Worst flat tyre experience? Three tyres slashed by a bloke who wrongly presumed I was trying to get him sacked…
One flat tyre is a nuisance, three is… well, challenging.
Especially fitted to a car parked in a secure zone three levels below the street. No chance of a tilt-tray truck getting down there, lest it take out sprinkler heads, call out the fire brigade and incur a very costly fee.
So I swapped a slashed tyre at the front of the car for the spare and slowly drove the car up the ramps to street level so that it could be placed on the back of a truck for transport home.
The next morning I drove the car at exceptionally low speeds to the nearest tyre retailer – I won’t do them the disservice of naming them – who sold me three tyres at unfairly inflated prices because they knew I was in no position to shop around, and the tyre sidewalls had been slashed, so they were throw-away jobs.
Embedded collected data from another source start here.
"""Sieve masses -> percent passing, and the lab QA checks.

Sources named beside each test:
- ASTM C136/C136M-14 laboratory checklist (read): item 9, the mass after sieving
  within 0.3 % of the original dry mass; item 11, percentages on the original dry
  mass including the washed fines; item 7, 200 g on an 8 in (203 mm) and 469 g
  on a 12 in (305 mm) sieve below 4.75 mm.
- ASTM C136/C136M-19 §8.3 (read): 7 kg/m2 below 4.75 mm; 2.5 x opening(mm) x
  area(m2) kg at and above 4.75 mm. Frame areas from memory.
- Published mass table W2 (a student laboratory report quoting FEMA 2011 steps
  1-2; secondary source), which divides by the summed mass 499.6 g.
- A constructed worked example (not from a published source, worked by hand),
  with its table printed to 0.1 %.
"""

import math
from decimal import Decimal

import pytest

from conftest import EXAMPLE_29, mass_test
from tamis.lab import sieve_analysis
from tamis.errors import InputError
from tamis.lab.reduction import reduce_test
from tamis.checks import FAIL, NEEDS_DATA, PASS, WARN

# W2: (opening mm, retained g), pan 20.8 g, total 499.6 g; printed % passing.
W2 = [(4.75, 4.2), (2.0, 58.4), (0.85, 105.8), (0.425, 111.9), (0.25, 88.3), (0.106, 94.4), (0.075, 15.8)]
W2_PRINTED = [99.15932746, 87.46997598, 66.29303443, 43.89511609, 26.22097678, 7.325860689, 4.163330665]


def test_w2_published_masses_give_the_printed_percent_passing():
    # W2 (student report quoting FEMA 2011 steps 1-2): divides by the summed mass 499.6 g.
    t = mass_test(dict(W2), 499.6, pan_g=20.8)
    red = reduce_test(t, "test")
    passing = [r["passing_pct"] for r in red.table]
    for got, printed in zip(passing, W2_PRINTED):
        assert got == pytest.approx(printed, abs=1e-8)  # printed to 10 significant digits
    assert red.checks[0].id == "qa.mass_balance" and red.checks[0].status == PASS
    assert red.gradation["fines_pct"] == pytest.approx(4.16, abs=0.005)  # printed 4.16 %
    # The top sieve (No. 4) retains 4.2 g, so what lies above 75 mm is not measured: tamis
    # leaves gravel unknown rather than assume it. The report states there is nothing
    # coarser; with an empty 9.5 mm sieve on top its printed gravel 0.84 % follows.
    assert red.gradation["gravel_pct"] is None
    t["sieves"].append({"opening_mm": 9.5, "retained_g": 0.0})
    g = reduce_test(t, "test").gradation
    assert g["gravel_pct"] == pytest.approx(0.84, abs=0.005)
    assert g["sand_pct"] == pytest.approx(95.0, abs=0.5)  # printed "95 %"


def test_worked_example_29_constructed_data_table():
    # The constructed example, worked by hand: % retained, cumulative and passing printed to 0.1 %.
    red = reduce_test(EXAMPLE_29, "test")
    printed = [(0.0, 0.0, 100.0), (3.0, 3.0, 97.0), (4.0, 7.0, 93.0), (12.0, 19.0, 81.0), (14.0, 33.1, 66.9),
               (15.4, 48.4, 51.6), (16.7, 65.1, 34.9), (16.0, 81.2, 18.8), (10.7, 91.8, 8.2), (3.7, 95.6, 4.4)]
    for row, (r, cr, p) in zip(red.table, printed):
        assert row["retained_pct"] == pytest.approx(r, abs=0.05)
        assert row["cum_retained_pct"] == pytest.approx(cr, abs=0.05)
        assert row["passing_pct"] == pytest.approx(p, abs=0.05)
    m = red.mass
    # Sieving loss L = (1440.0 - 1438.5) / 1500 = 0.10 % (printed), reported separately.
    assert m["sieving_loss_g"] == pytest.approx(1.5, abs=1e-9)
    assert m["sieving_loss_pct"] == pytest.approx(0.10, abs=0.005)
    assert m["wash_loss_g"] == pytest.approx(60.0, abs=1e-9)
    # The cumulative method gives 4.44 % passing 75 um; wash loss + pan would give 4.34 % (§2.9).
    assert red.table[-1]["passing_pct"] == pytest.approx(4.44, abs=0.005)
    assert 100 * (60.0 + 5.1) / 1500.0 == pytest.approx(4.34, abs=0.005)
    # D-values of §3.1 from this example, printed to 3 decimals (D85 to 2).
    d = red.gradation["d_mm"]
    for key, printed_mm in (("D10", 0.169), ("D15", 0.234), ("D30", 0.486), ("D50", 1.108), ("D60", 1.726)):
        assert d[key] == pytest.approx(printed_mm, abs=0.0005)
    assert d["D85"] == pytest.approx(6.00, abs=0.005)
    assert red.gradation["cu"] == pytest.approx(10.2, abs=0.05)  # §3.2
    assert red.gradation["cc"] == pytest.approx(0.81, abs=0.005)
    assert red.gradation["uscs"]["symbol"] == "SP"  # §3.3 example
    assert red.gradation["uscs"]["name"] == "poorly graded sand with gravel"


@pytest.mark.parametrize("diff_g, status", [(2.9, PASS), (3.1, FAIL), (-2.9, PASS), (-3.1, FAIL)])
def test_c136_mass_balance_on_each_side_of_0_3_percent(diff_g, status):
    # ASTM C136/C136M-14 checklist item 9: over 0.3 % of the original dry mass fails.
    # 1000 g dry, unwashed: sum + pan = 1000 + diff; 2.9 g = 0.29 %, 3.1 g = 0.31 %.
    t = mass_test({4.75: 100.0, 2.0: 400.0, 0.425: 300.0 + min(diff_g, 0.0), 0.075: 150.0},
                  1000.0, pan_g=50.0 + max(diff_g, 0.0))
    c = reduce_test(t, "test").checks[0]
    assert c.id == "qa.mass_balance"
    assert c.value == pytest.approx(abs(diff_g) / 10.0, abs=1e-9)
    assert c.status == status


@pytest.mark.parametrize("masses, dry, status", [
    ((219.08, 4716.07, 0.0), 4950.0, PASS),   # 14.85 g short of 4950.0 g: exactly 0.3 %
    ((219.08, 4716.06, 0.0), 4950.0, FAIL),   # 14.86 g: just over
    ((733.78, 1708.87, 0.0), 2450.0, PASS),   # 7.35 g: exactly 0.3 %
    ((733.78, 1700.0, 15.78), 2442.65, PASS),  # 6.91 g gained (pan included): 0.283 %
    ((733.78, 1700.0, 16.2), 2442.65, FAIL),   # 7.33 g gained: 0.3001 %
])
def test_exactly_0_3_percent_passes_and_just_over_fails(masses, dry, status):
    # C136: a difference of "more than 0.3 %" fails, so exactly 0.3 % passes. In binary floats
    # 219.08 + 4716.07 - 4950.0 gives 0.3000000000000073 %: the decision is made on the masses as
    # typed (exact decimals), never tipped over by float rounding.
    t = mass_test({4.75: masses[0], 0.075: masses[1]}, dry, pan_g=masses[2])
    c = reduce_test(t, "test").checks[0]
    exact = abs(sum(Decimal(repr(m)) for m in masses) - Decimal(repr(dry))) * 1000 <= Decimal(repr(dry)) * 3
    assert (PASS if exact else FAIL) == status
    assert c.status == status
    assert c.value == pytest.approx(abs(sum(masses) - dry) / dry * 100.0, rel=1e-9)


def test_mass_balance_uses_the_washed_mass_but_the_original_dry_mass_as_base():
    # ASTM C136 with C117 (docs/methods.md): mass on the sieves is the washed dry mass;
    # the 0.3 % is of the original dry mass (2000 g: 6 g allowed).
    t = mass_test({4.75: 500.0, 0.075: 1294.5}, 2000.0, pan_g=0.0, washed_dry_mass_g=1800.0)
    c = reduce_test(t, "test").checks[0]
    assert c.value == pytest.approx(5.5 / 2000 * 100)
    assert c.status == PASS
    t["sieves"][1]["retained_g"] = 1293.5  # 6.5 g short: 0.325 %
    assert reduce_test(t, "test").checks[0].status == FAIL


def test_c136_overload_limits_for_the_203_and_305_mm_frames():
    # ASTM C136-14 checklist item 7: about 200 g (203 mm) and 469 g (305 mm) below 4.75 mm.
    assert sieve_analysis.overload_limit_g(2.36, "203") == pytest.approx(200.0, abs=0.5)
    assert sieve_analysis.overload_limit_g(0.075, "305") == pytest.approx(469.0, abs=0.5)
    # C136-19 §8.3 rule with the 203 mm area 0.0285 m2 (from memory): 4.75 mm -> 0.34 kg,
    # 9.5 mm -> 0.68 kg, 37.5 mm -> 2.67 kg (computed by hand from the rule, 0.01 kg).
    assert sieve_analysis.overload_limit_g(4.75, "203") == pytest.approx(340.0, abs=5.0)
    assert sieve_analysis.overload_limit_g(9.5, "203") == pytest.approx(680.0, abs=5.0)
    assert sieve_analysis.overload_limit_g(37.5, "203") == pytest.approx(2670.0, abs=5.0)
    assert sieve_analysis.overload_limit_g(19.0, "372x580") == pytest.approx(10250.0, abs=5.0)
    assert sieve_analysis.overload_limit_g(0.6, "254") == pytest.approx(320.0, abs=5.0)


def test_overload_check_lists_each_overloaded_sieve():
    # 210 g on No. 8 over the 199.5 g limit; 199 g on No. 16 under it (C136-19 §8.3).
    t = mass_test({4.75: 300.0, 2.36: 210.0, 1.18: 199.0, 0.075: 100.0}, 820.0, pan_g=11.0)
    c = reduce_test(t, "test").checks[1]
    assert c.id == "qa.sieve_overload" and c.status == FAIL
    assert [o["opening_mm"] for o in c.extra["overloaded"]] == [2.36]
    t["frame_diameter_mm"] = 305  # 469 g limit: nothing overloaded
    c = reduce_test(t, "test").checks[1]
    assert c.status == PASS and c.extra["frame"] == "305"
    t["sieved_in_portions"] = True
    t["frame_diameter_mm"] = 203
    assert reduce_test(t, "test").checks[1].status == "not_applicable"


def test_specimen_mass_warning_by_nominal_maximum_size():
    # ASTM C136 minimum masses (from memory): 300 g for fine aggregate, 1 kg for 9.5 mm; nominal
    # maximum size one sieve above the first to retain more than 10 % (WAQTC FOP for AASHTO T 2, read).
    fine = mass_test({4.75: 0.0, 2.36: 50.0, 0.6: 150.0, 0.075: 60.0}, 290.0, pan_g=30.0)
    c = reduce_test(fine, "test").checks[2]
    assert c.id == "qa.specimen_mass" and c.status == WARN and c.limit == 300.0
    fine2 = mass_test({4.75: 0.0, 2.36: 50.0, 0.6: 160.0, 0.075: 60.0}, 300.0, pan_g=30.0)
    assert reduce_test(fine2, "test").checks[2].status == PASS
    coarse = mass_test({12.5: 0.0, 9.5: 60.0, 4.75: 300.0, 0.075: 540.0}, 999.0, pan_g=99.0)
    c = reduce_test(coarse, "test").checks[2]  # 9.5 mm retains 6 %, 4.75 mm 30 %: NMS 9.5 mm
    assert c.status == WARN and c.limit == 1000.0 and c.extra["nominal_max_size_mm"] == 9.5
    coarse["dry_mass_g"], coarse["pan_g"] = 1000.0, 100.0
    assert reduce_test(coarse, "test").checks[2].status == PASS
    top_retains = mass_test({9.5: 200.0, 4.75: 500.0, 0.075: 200.0}, 1000.0, pan_g=100.0)
    assert reduce_test(top_retains, "test").checks[2].status == NEEDS_DATA


def test_cumulative_entry_equals_retained_entry():
    # Same test as §2.9, entered as cumulative mass retained.
    cum, t = 0.0, {"entry": "cumulative", "sieves": [], "pan_g": 5.1, "dry_mass_g": 1500.0,
                   "washed_dry_mass_g": 1440.0}
    for s in EXAMPLE_29["sieves"]:
        cum += s["retained_g"]
        t["sieves"].append({"opening_mm": s["opening_mm"], "cumulative_retained_g": cum})
    a, b = reduce_test(EXAMPLE_29, "test"), reduce_test(t, "test")
    for ra, rb in zip(a.table, b.table):
        assert rb["passing_pct"] == pytest.approx(ra["passing_pct"], abs=1e-9)
    t["sieves"][3]["cumulative_retained_g"] = 10.0
    with pytest.raises(InputError) as e:
        reduce_test(t, "test")
    assert e.value.code == "cumulative_decreases" and e.value.field == "test.sieves[3].cumulative_retained_g"


def test_moist_mass_and_moisture_content_give_the_dry_mass():
    # Dry mass = moist / (1 + w/100) (definition of water content, ASTM D2216, from memory).
    t = dict(EXAMPLE_29)
    del t["dry_mass_g"]
    t.update(moist_mass_g=1575.0, moisture_pct=5.0)
    red = reduce_test(t, "test")
    assert red.mass["dry_mass_g"] == pytest.approx(1500.0, rel=1e-12)
    assert red.mass["moisture"] == {"moist_mass_g": 1575.0, "moisture_pct": 5.0, "dry_mass_g": red.mass["dry_mass_g"]}
    assert any(f.code == "moisture_conversion" for f in red.findings)
    t["dry_mass_g"] = 1500.0
    with pytest.raises(InputError) as e:
        reduce_test(t, "test")
    assert e.value.code == "conflicting_fields"


def test_sieves_by_designation_and_in_any_order():
    t = {"sieves": [{"sieve": "No. 200", "retained_g": 20.0}, {"sieve": "No. 4", "retained_g": 0.0},
                    {"sieve": "No. 40", "retained_g": 70.0}], "pan_g": 10.0, "dry_mass_g": 100.0}
    red = reduce_test(t, "test")
    assert [r["opening_mm"] for r in red.table] == [4.75, 0.425, 0.075]
    assert [r["passing_pct"] for r in red.table] == [100.0, 30.0, 10.0]


def test_passing_form_skips_mass_checks_and_keeps_hydrometer_points():
    t = {"passing": [{"opening_mm": 0.005, "passing_pct": 18.0}, {"opening_mm": 4.75, "passing_pct": 100.0},
                     {"opening_mm": 0.075, "passing_pct": 62.0}]}
    red = reduce_test(t, "test")
    assert [c.status for c in red.checks] == ["not_applicable"] * 3
    assert red.curve.points == ((4.75, 100.0), (0.075, 62.0), (0.005, 18.0))
    assert red.table[0]["retained_g"] is None


@pytest.mark.parametrize("mutate, code, field", [
    (lambda t: t["sieves"][2].update(retained_g=-1.0), "negative_mass", "test.sieves[2].retained_g"),
    (lambda t: t["sieves"][2].update(retained_g="12"), "not_a_number", "test.sieves[2].retained_g"),
    (lambda t: t["sieves"][2].update(retained_g=True), "not_a_number", "test.sieves[2].retained_g"),
    (lambda t: t["sieves"][2].pop("retained_g"), "missing_field", "test.sieves[2].retained_g"),
    (lambda t: t.update(dry_mass_g=0), "zero_dry_mass", "test.dry_mass_g"),
    (lambda t: t.pop("dry_mass_g"), "missing_field", "test.dry_mass_g"),
    (lambda t: t.update(pan_g=-0.1), "negative_mass", "test.pan_g"),
    (lambda t: t["sieves"][3].update(opening_mm=12.5), "duplicate_opening", "test.sieves[3].opening_mm"),
    (lambda t: t["sieves"][1].update(opening_mm=0), "out_of_range", "test.sieves[1].opening_mm"),
    (lambda t: t.update(washed_dry_mass_g=1600.0), "washed_exceeds_dry", "test.washed_dry_mass_g"),
    (lambda t: t["sieves"][5].update(retained_g=1400.0), "retained_exceeds_mass", "test.sieves[5].retained_g"),
    (lambda t: t.update(sieves=t["sieves"][:1]), "too_few_points", "test.sieves"),
    (lambda t: t.update(sieves="abc"), "not_a_list", "test.sieves"),
    (lambda t: t["sieves"].__setitem__(4, 7), "not_an_object", "test.sieves[4]"),
    (lambda t: t.update(entry="sum"), "unknown_choice", "test.entry"),
    (lambda t: t.update(frame_diameter_mm=200), "unknown_choice", "test.frame_diameter_mm"),
    (lambda t: t.update(passing=[]), "conflicting_fields", "test.passing"),
])
def test_malformed_mass_tests_raise_with_the_field(mutate, code, field):
    import copy
    t = copy.deepcopy(EXAMPLE_29)
    mutate(t)
    with pytest.raises(InputError) as e:
        reduce_test(t, "test")
    assert (e.value.code, e.value.field) == (code, field)
    assert e.value.message


@pytest.mark.parametrize("points, code, field", [
    ([(4.75, 100.0), (0.075, 101.0)], "passing_out_of_range", "test.passing[1].passing_pct"),
    ([(4.75, 90.0), (0.075, 95.0)], "passing_rises", "test.passing[1].passing_pct"),
    ([(0.075, 95.0), (4.75, 90.0)], "passing_rises", "test.passing[0].passing_pct"),
    ([(4.75, 90.0), (4.75, 80.0)], "duplicate_opening", "test.passing[1].opening_mm"),
    ([(4.75, 90.0)], "too_few_points", "test.passing"),
])
def test_malformed_passing_tests_raise_with_the_field(points, code, field):
    t = {"passing": [{"opening_mm": d, "passing_pct": p} for d, p in points]}
    with pytest.raises(InputError) as e:
        reduce_test(t, "test")
    assert (e.value.code, e.value.field) == (code, field)


def test_no_percentage_is_ever_negative_or_nan():
    t = mass_test({4.75: 0.0, 0.425: 300.0, 0.075: 700.0}, 1000.0)
    red = reduce_test(t, "test")
    assert red.table[-1]["passing_pct"] == 0.0
    assert all(math.isfinite(r["passing_pct"]) and r["passing_pct"] >= 0 for r in red.table)


def test_percentages_are_the_exact_decimal_ratios_rounded_once():
    # 55.8 g of 1500.0 g is exactly 3.72 %; 150.0 g of 1000.0 g leaves exactly 10 % passing, so the
    # finest sieve is D10 (no binary-rounding drift pushes 10 % outside the measured range).
    red = reduce_test(EXAMPLE_29, "test")
    assert red.table[-1]["retained_pct"] == 3.72 and red.table[-1]["passing_pct"] == 4.44
    assert red.mass["sieving_loss_g"] == 1.5 and red.mass["sieving_loss_pct"] == 0.1
    t = mass_test({4.75: 0.0, 0.6: 350.1, 0.3: 399.9, 0.075: 150.0}, 1000.0, pan_g=100.0)
    red = reduce_test(t, "test")
    assert red.table[-1]["passing_pct"] == 10.0
    assert red.gradation["d_mm"]["D10"] == 0.075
How did I feel after all that?
Deflated…
Flat tyres are troublesome, but thankfully they’re also a rare occurrence these days.
So here’s a few tips for handling different types of flat-tyre scenarios.
While run-flat tyres are not widely praised by motoring journalists, they do serve a useful purpose – saving you the inconvenience and effort of changing a tyre out in the middle of nowhere, at any time of day or night.
The quid pro quo is that you pay more for run-flat tyres, and if one should be punctured, you’ll likely have to buy a new one, whereas a conventional tyre can usually be affordably repaired with a plug or a tube.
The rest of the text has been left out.